▶ Exercise goal
Given the records below, pull every line with the word "reading" into the answer.

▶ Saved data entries

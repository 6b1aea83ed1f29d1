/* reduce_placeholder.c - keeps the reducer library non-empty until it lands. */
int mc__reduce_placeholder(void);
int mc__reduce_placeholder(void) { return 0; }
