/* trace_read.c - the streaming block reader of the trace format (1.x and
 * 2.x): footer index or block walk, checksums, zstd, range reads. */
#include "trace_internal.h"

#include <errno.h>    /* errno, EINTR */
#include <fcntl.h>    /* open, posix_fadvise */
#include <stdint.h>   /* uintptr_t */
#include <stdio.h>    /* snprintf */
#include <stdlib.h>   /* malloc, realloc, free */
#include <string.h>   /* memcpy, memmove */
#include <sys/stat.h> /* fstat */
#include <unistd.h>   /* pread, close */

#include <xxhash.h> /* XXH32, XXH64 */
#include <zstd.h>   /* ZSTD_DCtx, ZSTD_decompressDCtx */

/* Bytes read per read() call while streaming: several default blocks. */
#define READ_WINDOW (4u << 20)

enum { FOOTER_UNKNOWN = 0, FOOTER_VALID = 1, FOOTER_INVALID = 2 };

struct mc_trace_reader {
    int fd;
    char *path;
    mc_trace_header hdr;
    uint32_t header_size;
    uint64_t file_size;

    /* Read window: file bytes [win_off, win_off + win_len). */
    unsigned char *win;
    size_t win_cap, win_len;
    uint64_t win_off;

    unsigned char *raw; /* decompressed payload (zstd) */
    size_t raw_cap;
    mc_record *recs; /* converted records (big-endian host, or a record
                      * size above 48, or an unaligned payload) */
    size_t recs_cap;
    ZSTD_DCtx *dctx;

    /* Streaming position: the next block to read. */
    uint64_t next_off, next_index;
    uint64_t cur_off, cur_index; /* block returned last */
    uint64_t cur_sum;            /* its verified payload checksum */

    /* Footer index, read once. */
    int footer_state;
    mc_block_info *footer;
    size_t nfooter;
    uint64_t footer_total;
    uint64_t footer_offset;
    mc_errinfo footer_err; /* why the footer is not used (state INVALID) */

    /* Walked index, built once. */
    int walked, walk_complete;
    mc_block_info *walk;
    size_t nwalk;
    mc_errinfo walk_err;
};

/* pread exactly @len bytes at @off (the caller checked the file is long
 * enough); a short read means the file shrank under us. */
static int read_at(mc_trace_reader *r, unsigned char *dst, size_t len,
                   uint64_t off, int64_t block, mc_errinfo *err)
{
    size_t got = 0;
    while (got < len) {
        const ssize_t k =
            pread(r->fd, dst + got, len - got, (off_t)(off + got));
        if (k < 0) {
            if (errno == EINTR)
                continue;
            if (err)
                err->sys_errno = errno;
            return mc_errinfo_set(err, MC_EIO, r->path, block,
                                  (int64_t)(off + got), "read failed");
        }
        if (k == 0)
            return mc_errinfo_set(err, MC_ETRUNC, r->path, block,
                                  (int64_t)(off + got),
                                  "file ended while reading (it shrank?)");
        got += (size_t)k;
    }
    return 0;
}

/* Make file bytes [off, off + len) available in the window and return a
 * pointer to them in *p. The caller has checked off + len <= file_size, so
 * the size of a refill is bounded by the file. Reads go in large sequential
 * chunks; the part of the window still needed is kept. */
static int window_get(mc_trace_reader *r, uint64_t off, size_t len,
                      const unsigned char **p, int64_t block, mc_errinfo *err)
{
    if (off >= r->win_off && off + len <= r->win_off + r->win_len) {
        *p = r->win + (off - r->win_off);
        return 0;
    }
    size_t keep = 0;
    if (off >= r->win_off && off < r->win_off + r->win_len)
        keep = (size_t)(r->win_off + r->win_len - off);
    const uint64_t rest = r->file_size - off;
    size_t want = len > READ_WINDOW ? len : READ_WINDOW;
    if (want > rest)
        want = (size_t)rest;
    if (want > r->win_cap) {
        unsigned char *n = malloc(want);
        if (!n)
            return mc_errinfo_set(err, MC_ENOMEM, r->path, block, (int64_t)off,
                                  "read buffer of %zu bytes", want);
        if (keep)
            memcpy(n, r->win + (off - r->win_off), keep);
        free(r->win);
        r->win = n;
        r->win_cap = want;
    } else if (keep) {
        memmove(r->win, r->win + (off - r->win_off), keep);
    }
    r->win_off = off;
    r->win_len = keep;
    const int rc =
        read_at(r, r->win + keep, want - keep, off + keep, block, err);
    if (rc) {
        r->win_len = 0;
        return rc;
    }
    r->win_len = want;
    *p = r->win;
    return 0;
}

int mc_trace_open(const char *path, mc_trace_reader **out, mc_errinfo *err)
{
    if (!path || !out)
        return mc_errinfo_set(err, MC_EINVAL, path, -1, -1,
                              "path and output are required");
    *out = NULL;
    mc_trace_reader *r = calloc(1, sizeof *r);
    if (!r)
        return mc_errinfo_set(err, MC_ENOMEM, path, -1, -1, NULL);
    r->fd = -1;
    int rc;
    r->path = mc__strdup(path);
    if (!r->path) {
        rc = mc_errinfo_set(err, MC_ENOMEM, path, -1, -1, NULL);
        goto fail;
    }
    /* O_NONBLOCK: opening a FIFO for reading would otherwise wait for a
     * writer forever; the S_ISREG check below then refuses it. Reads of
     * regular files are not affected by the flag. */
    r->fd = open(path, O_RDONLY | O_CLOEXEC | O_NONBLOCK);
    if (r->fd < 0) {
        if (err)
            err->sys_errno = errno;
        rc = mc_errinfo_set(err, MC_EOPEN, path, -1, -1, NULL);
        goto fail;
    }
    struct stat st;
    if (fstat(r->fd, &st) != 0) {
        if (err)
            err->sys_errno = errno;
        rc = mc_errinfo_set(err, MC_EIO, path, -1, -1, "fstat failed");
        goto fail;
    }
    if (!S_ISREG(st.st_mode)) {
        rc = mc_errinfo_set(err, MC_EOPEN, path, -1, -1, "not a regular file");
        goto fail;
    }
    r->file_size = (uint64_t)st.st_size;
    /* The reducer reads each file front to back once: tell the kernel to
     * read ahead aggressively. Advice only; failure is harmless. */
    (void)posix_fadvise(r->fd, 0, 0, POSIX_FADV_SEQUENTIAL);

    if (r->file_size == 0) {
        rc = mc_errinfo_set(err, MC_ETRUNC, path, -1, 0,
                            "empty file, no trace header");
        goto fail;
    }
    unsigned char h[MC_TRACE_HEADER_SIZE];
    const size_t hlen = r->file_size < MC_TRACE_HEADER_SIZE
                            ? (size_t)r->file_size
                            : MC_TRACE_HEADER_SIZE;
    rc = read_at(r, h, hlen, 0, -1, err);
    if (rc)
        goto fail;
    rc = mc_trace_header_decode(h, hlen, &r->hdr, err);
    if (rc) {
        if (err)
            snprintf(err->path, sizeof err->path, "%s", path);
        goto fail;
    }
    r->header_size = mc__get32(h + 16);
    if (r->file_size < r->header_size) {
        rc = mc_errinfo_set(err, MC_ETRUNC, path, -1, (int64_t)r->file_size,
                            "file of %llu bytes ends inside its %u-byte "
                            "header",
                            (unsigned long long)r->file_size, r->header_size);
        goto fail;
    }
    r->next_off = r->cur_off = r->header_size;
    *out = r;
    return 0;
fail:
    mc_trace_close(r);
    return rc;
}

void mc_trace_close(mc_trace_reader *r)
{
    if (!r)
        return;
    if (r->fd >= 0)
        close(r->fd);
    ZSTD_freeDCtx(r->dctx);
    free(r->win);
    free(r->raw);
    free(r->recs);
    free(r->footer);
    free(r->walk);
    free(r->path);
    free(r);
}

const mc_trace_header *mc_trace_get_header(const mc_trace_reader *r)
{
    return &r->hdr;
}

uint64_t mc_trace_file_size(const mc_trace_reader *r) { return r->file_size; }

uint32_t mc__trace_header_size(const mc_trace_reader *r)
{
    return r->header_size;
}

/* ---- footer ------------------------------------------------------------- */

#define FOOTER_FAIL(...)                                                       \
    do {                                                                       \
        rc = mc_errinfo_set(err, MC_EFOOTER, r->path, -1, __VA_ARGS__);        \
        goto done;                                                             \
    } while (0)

▶ Task output
                                  "file ended while reading (it shrank?)");
    /* O_NONBLOCK: opening a FIFO for reading would otherwise wait for a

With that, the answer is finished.